If you’re thinking my boss is callous and uncaring. It’s just the opposite. I could have come in late, worked half days or taken seven weeks off with pay. But that would have meant admitting I had cancer. I felt like I had to deny that this was happening and ignoring it would make it all go away. And by all means, no one else could do my job and I wasn’t going to inconvenience anyone and ask for help. When my family and friends suggested I take time off, I looked at them as though they were insane.

 Here’s something I never expected. I became so close to the radiation techs those seven weeks, that I missed them terribly for several months after. In the beginning, I longed for the day I didn’t have to see them every morning. But they became part of my new normal. They not only were zapping cancer cells, they were reassuring. They were kind and caring and gave me strength to come back the next day. I still take them treats every November.

 I truly never want to see my breast surgeon again, and I asked him at my final appointment in November 2012: What do I have to do? The advice sounded easy. Don’t gain weight, limit red meat, and eat lots of leafy greens. It’s not easy. I love a good cheeseburger a lot more than I like spinach and broccoli.
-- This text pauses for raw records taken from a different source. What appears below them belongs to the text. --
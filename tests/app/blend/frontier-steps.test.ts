import fc from 'fast-check';
import { expect, it } from 'vitest';
import { drawnFrom, usualCeiling, withTarget } from '@/app/(house)/blend/_client/begin';
import { frontierSteps, spacedOut } from '@/app/(house)/blend/_client/frontier-steps';
import { rulesOfMaterials, withMaterialRule } from '@/app/(house)/blend/_client/material-rule';
import { candidate, FACETS, INPUTS, request } from '../../support/blend-inputs';

it('falls as the price rises, from the cheapest blend to where the price no longer matters', () => {
  const steps = frontierSteps(request({ minStrength: 0.25 }), INPUTS);
  expect(steps.length).toBeGreaterThan(3);
  for (const [index, step] of steps.entries()) {
    const before = steps[index - 1];
    if (!before) continue;
    expect(step.ceiling).toBeGreaterThan(before.ceiling);
    expect(step.distance).toBeLessThanOrEqual(before.distance + 1e-9);
  }
});

it('gives no curve where the other rules clash', () => {
  expect(frontierSteps(request({ minStrength: 9 }), INPUTS)).toEqual([]);
});

it('keeps both ends of the curve and no two points on each other', () => {
  const step = fc.record({
    ceiling: fc.integer({ min: 1, max: 5000 }),
    distance: fc.double({ min: 0, max: 10, noNaN: true }),
  });
  fc.assert(
    fc.property(fc.uniqueArray(step, { selector: ({ ceiling }) => ceiling, minLength: 2 }), (list) => {
      const steps = list.sort((a, b) => a.ceiling - b.ceiling);
      const kept = spacedOut(steps);
      expect(kept[0]).toEqual(steps[0]);
      expect(kept.at(-1)).toEqual(steps.at(-1));
      expect(spacedOut(kept)).toEqual(kept);
    }),
  );
});

it('begins at a third of the target’s price, to two digits, and at none where the price is not known', () => {
  expect(usualCeiling(candidate('rose', { costPerKg: '7400' }))).toEqual({ basis: 'equal strength', amount: '2500' });
  expect(usualCeiling(candidate('rose', { costPerKg: null }))).toBeNull();
});

it('keeps the other rules when the target changes', () => {
  const before = request({ minNatural: 0.5, excluded: ['leaf'], importance: { rosy: 2 }, added: ['oil'] });
  const after = withTarget(candidate('oil', { costPerKg: '300' }), before);
  expect(after).toMatchObject({ minNatural: 0.5, excluded: ['leaf'], importance: {}, added: [] });
  expect(after.ceiling?.amount).toBe('100');
});

it('draws from a material what that material smells of', () => {
  const drawn = drawnFrom([8, 0, 1], FACETS, request({ phases: { opening: 1, heart: 1, dry: 1 } }));
  expect(drawn.target).toMatchObject({ kind: 'drawn', intensities: { rosy: 8, green: 1 } });
  expect(drawn).toMatchObject({ phases: null, minStrength: null, ceiling: null });
});

it('holds one rule for a material at a time', () => {
  const kinds = ['excluded', 'required', 'kept', 'most', 'added'] as const;
  fc.assert(
    fc.property(fc.array(fc.constantFrom(...kinds), { minLength: 1 }), (sequence) => {
      let now = request();
      for (const kind of sequence) now = withMaterialRule(now, 'oil', { kind, share: 0.1 });
      expect(rulesOfMaterials(now)).toMatchObject([{ id: 'oil', kind: sequence.at(-1) }]);
      expect(withMaterialRule(now, 'oil', null)).toEqual(request());
    }),
  );
});
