import type { EngineMaterial } from '@/engine/contract';
import type { Relation } from '@/engine/map/related-materials';

/** The map's links by comparing every material with every other, straight from the definition. */
export function allPairs(
  materials: readonly EngineMaterial[],
  { top, minSimilarity, by }: { top: number; minSimilarity: number; by: 'facets' | 'constituents' },
): Relation[] {
  const sorted = [...materials].sort((a, b) => (a.id < b.id ? -1 : 1));
  const vectors = by === 'facets' ? sorted.map((material) => unit(material.profile)) : constituentVectors(sorted);
  const found = new Map<string, Relation>();
  for (const [row, vector] of vectors.entries()) {
    const others: { row: number; similarity: number }[] = [];
    for (const [other, otherVector] of vectors.entries()) {
      if (other === row) continue;
      const similarity = dot(vector, otherVector);
      if (similarity > 0 && similarity >= minSimilarity) others.push({ row: other, similarity });
    }
    others.sort((a, b) => b.similarity - a.similarity || a.row - b.row);
    for (const { row: other, similarity } of others.slice(0, top)) {
      const [a, b] = [sorted[Math.min(row, other)]!.id, sorted[Math.max(row, other)]!.id];
      found.set(`${a}\n${b}`, { a, b, similarity: Math.min(1, similarity) });
    }
  }
  const text = (one: string, other: string) => (one < other ? -1 : Number(one > other));
  return [...found.values()].sort((x, y) => y.similarity - x.similarity || text(x.a, y.a) || text(x.b, y.b));
}

function constituentVectors(materials: readonly EngineMaterial[]): Float64Array[] {
  const names = [...new Set(materials.flatMap((it) => (it.constituents ?? []).map((one) => one.id)))].sort();
  return materials.map((material) =>
    unit(
      names.map((name) => {
        const held = material.constituents?.find((one) => one.id === name);
        return held ? (held.typical ?? held.max) : 0;
      }),
    ),
  );
}

function unit(vector: ArrayLike<number>): Float64Array {
  let largest = 0;
  let sum = 0;
  for (let i = 0; i < vector.length; i++) largest = Math.max(largest, Math.abs(vector[i]!));
  for (let i = 0; i < vector.length; i++) sum += largest > 0 ? (vector[i]! / largest) ** 2 : 0;
  return Float64Array.from(vector, (value) => (largest > 0 ? value / largest / Math.sqrt(sum) : 0));
}

function dot(a: Float64Array, b: Float64Array): number {
  let sum = 0;
  for (let i = 0; i < a.length; i++) sum += a[i]! * b[i]!;
  return sum;
}
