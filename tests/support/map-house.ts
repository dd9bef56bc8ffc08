import { facets } from '@/db/schema';
import { newId } from '@/lib/id';
import { createMaterial } from '@/lib/materials/commands';
import { db, makeMember, makeTeam } from './database';
import { aMaterial } from './material-house';

/** Name to intensities of rosy, woody and green. */
const SMELLS: Record<string, [number, number, number]> = {
  Petal: [8, 0, 2],
  Bud: [6, 0, 5],
  Bark: [0, 9, 1],
  Root: [0, 7, 3],
  Rosewood: [5, 4, 1],
  'Pink pepper': [7, 2, 2],
  Stem: [0, 0, 9],
};

/** A house for tests of the map: Rosewood holds rosy and woody in balance, Pink pepper leans to rosy. */
export async function mapHouse() {
  const team = await makeTeam({ name: 'House of Paths' });
  const ids = ['rosy', 'woody', 'green'].map((slug, position) => ({
    ...{ teamId: team.id, id: newId(), slug, name: `${slug[0]?.toUpperCase()}${slug.slice(1)}`, position },
    ...{ family: `${slug} things`, description: 'Plain.', hueDeg: String(position * 110), lightness: '0.7' },
  }));
  await db.insert(facets).values(ids);
  const perfumer = await makeMember(team, 'perfumer');
  for (const [name, smell] of Object.entries(SMELLS)) {
    const intensities = smell.map((intensity, place) => ({ facetId: ids[place]?.id ?? '', intensity }));
    await createMaterial(
      perfumer,
      aMaterial({
        name,
        smell: `${name} as one finds it.`,
        facets: intensities
          .filter(({ intensity }) => intensity > 0)
          .map((each) => ({ ...each, phase: 'all' as const, sd: 1 })),
      }),
    );
  }
  return { team, perfumer, student: await makeMember(team, 'student') };
}
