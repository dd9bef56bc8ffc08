import { Strip } from '../_components/strip/strip';
import { SAMPLE, type SampleMaterial, sampleProfile, shortName } from './sample';
import type { SampleAnswer } from './sample-answer';

const byKey = new Map(SAMPLE.candidates.map((material) => [material.key, material]));
const percent = new Intl.NumberFormat('en-GB', { maximumSignificantDigits: 2, style: 'percent' });
const euro = new Intl.NumberFormat('en-GB', { maximumSignificantDigits: 3, style: 'currency', currency: 'EUR' });

/** The blend, line by line: how much of the mass, how much of the smell, at what price. */
export function BlendLines({ lines }: { lines: SampleAnswer['lines'] }) {
  return (
    <table className="w-full border-collapse text-left">
      <caption className="sr-only">The blend, largest part of the smell first</caption>
      <thead>
        <tr className="narrow border-b border-ink text-ink-soft">
          <th scope="col" colSpan={2} className="h-8 font-normal">
            Material
          </th>
          <th scope="col" className="pl-3 text-right font-normal">
            of the mass
          </th>
          <th scope="col" className="pl-3 text-right font-normal">
            of the smell
          </th>
          <th scope="col" className="hidden pl-3 text-right font-normal sm:table-cell">
            EUR per kg
          </th>
        </tr>
      </thead>
      <tbody>
        {lines.map((line) => {
          const material = byKey.get(line.key);
          return material ? <Line key={line.key} line={line} material={material} /> : null;
        })}
      </tbody>
    </table>
  );
}

function Line({ line, material }: { line: SampleAnswer['lines'][number]; material: SampleMaterial }) {
  return (
    <tr className="border-b border-grout">
      <td className="w-7 py-1.5">
        <Strip size="table" decorative facets={SAMPLE.facets} profile={sampleProfile(material)} />
      </td>
      <th scope="row" className="font-normal">
        <span className="block font-[560]">{shortName(material)}</span>
        {material.latin ? <span className="latin block text-ink-soft">{material.latin}</span> : null}
      </th>
      <td className="figures pl-3 text-right">{percent.format(line.share)}</td>
      <td className="figures pl-3 text-right font-[560]">{percent.format(line.impact)}</td>
      <td className="figures hidden pl-3 text-right text-ink-soft sm:table-cell">
        {euro.format(material.costPerKg).replace('€', '')}
      </td>
    </tr>
  );
}
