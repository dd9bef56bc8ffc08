import type { BlendProblem, EngineMaterial } from '@/engine/contract';

/** The problem with the named rules only; ids as the engine writes them, such as `limit:<id>`. */
export function withOnlyRules(problem: BlendProblem, kept: ReadonlySet<string>): BlendProblem {
  const named = <T>(rule: string, value: T | undefined) => (kept.has(rule) ? value : undefined);
  return {
    ...problem,
    budgetPerKg: named('budgetPerKg', problem.budgetPerKg),
    costPerImpact: named('costPerImpact', problem.costPerImpact),
    minStrength: named('minStrength', problem.minStrength),
    minNatural: named('minNatural', problem.minNatural),
    limits: problem.limits?.filter((limit) => kept.has(`limit:${limit.id}`)),
    groups: problem.groups?.filter((group) => kept.has(`group:${group.id}`)),
    kept: problem.kept?.filter((line) => kept.has(`kept:${line.id}`)),
    required: problem.required?.filter((id) => kept.has(`required:${id}`)),
    candidates: problem.candidates.map((material) =>
      kept.has(`share:${material.id}`) ? material : withoutShares(material),
    ),
  };
}

function withoutShares({ minShare: _, maxShare: __, ...material }: EngineMaterial): EngineMaterial {
  return material;
}

/** The problem with one limit put elsewhere. */
export function withLimitAt(
  problem: BlendProblem,
  rule: string,
  side: 'min' | 'max' | undefined,
  to: number,
): BlendProblem {
  const [kind, id] = [rule.split(':')[0]!, rule.slice(rule.indexOf(':') + 1)];
  const changed = <T extends { id: string }>(list: T[] | undefined, change: (item: T) => T) =>
    list?.map((item) => (item.id === id ? change(item) : item));
  switch (kind) {
    case 'limit':
      return { ...problem, limits: changed(problem.limits, (limit) => ({ ...limit, max: to })) };
    case 'group':
      return { ...problem, groups: changed(problem.groups, (group) => ({ ...group, [side!]: to })) };
    case 'kept':
      return { ...problem, kept: changed(problem.kept, (line) => ({ ...line, share: to })) };
    case 'share':
      return {
        ...problem,
        candidates: changed(problem.candidates, (one) => ({ ...one, [side === 'min' ? 'minShare' : 'maxShare']: to }))!,
      };
    default:
      return { ...problem, [kind]: to };
  }
}
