import { db } from '@/db/connection';
import { membershipRoles, memberships, teams, users } from '@/db/schema';
import type { Member } from '@/lib/auth/member';
import { newId } from '@/lib/id';
import type { Role } from '@/lib/shared/permissions';

/**
 * What tests that need a database begin with. Each worker has its own database, empty before each file (see
 * `worker-database.ts`), and each test makes its own house, so that no test reads what another wrote.
 */
export { db };

/** A house without anything in it. */
export async function makeTeam({ name = 'House of Trials', currency = 'EUR', isDemo = false } = {}) {
  const team = { id: newId(), name, currency, isDemo };
  await db.insert(teams).values(team);
  return team;
}

type Team = Awaited<ReturnType<typeof makeTeam>>;

/** A person of a house, as `ctx` for every query and command. The person cannot sign in: there is no password. */
export async function makeMember(team: Team, ...roles: Role[]): Promise<Member> {
  const userId = newId();
  const userName = `${roles.join(' and ') || 'nobody'} of ${team.name}`.slice(0, 120);
  await db.insert(users).values({ id: userId, email: `${userId}@house.example`, name: userName, passwordHash: '-' });
  await db.insert(memberships).values({ teamId: team.id, userId });
  if (roles.length > 0) {
    await db.insert(membershipRoles).values(roles.map((role) => ({ teamId: team.id, userId, role })));
  }
  const { id: teamId, name: teamName, currency, isDemo } = team;
  return { teamId, teamName, currency, isDemo, userId, userName, roles };
}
 We made it through. I’ve never used a tissue over this. Last year, we finally paid off the medical bills (even though we had health insurance, it was still expensive). I don’t think about it much. Except twice a year when I get a mammogram. In that time waiting on the results, I will have crippling anxiety, the sweaty all over kind thinking about what if it’s back and what if it’s worse this time? Then I get that all clear, call my close family and friends with the good news, and carry on with life. It’s not on my top five list of worst things that has happened in my life.

 My advice seven years later. Get your mammogram. Exercise. Get your mammogram. Eat leafy greens. Get your mammogram. Limit red meat (that doesn’t mean you can’t treat yourself with a juicy steak ever now and then). Get your mammogram. Don’t be a martyr at work, it’s a job. Get your mammogram. Surround yourself always with good family and friends. Get your mammogram.


  • Ellen

    This brought tears as your story is exactly like mine 3 years ago. No big deal, I got this, can’t feel bad because look at all the women waiting for radiation who have no hair (from chemo), it’s “only DCIS”.
    Right down to the radiology techs being amazing friends and falling apart when the last trip to radiation was over. Denial paralyzed me at that point until a psychologist specializing in breast cancer helped me mourn and allow tears.
    Thank you for writing your story as mine was found with no familial history or bad gene—just a regular annual mammogram.

  • Nicole

    Well written and extremely relatable for all the reasons neither of us want it to be. Thank you for putting this (and yourself) out there.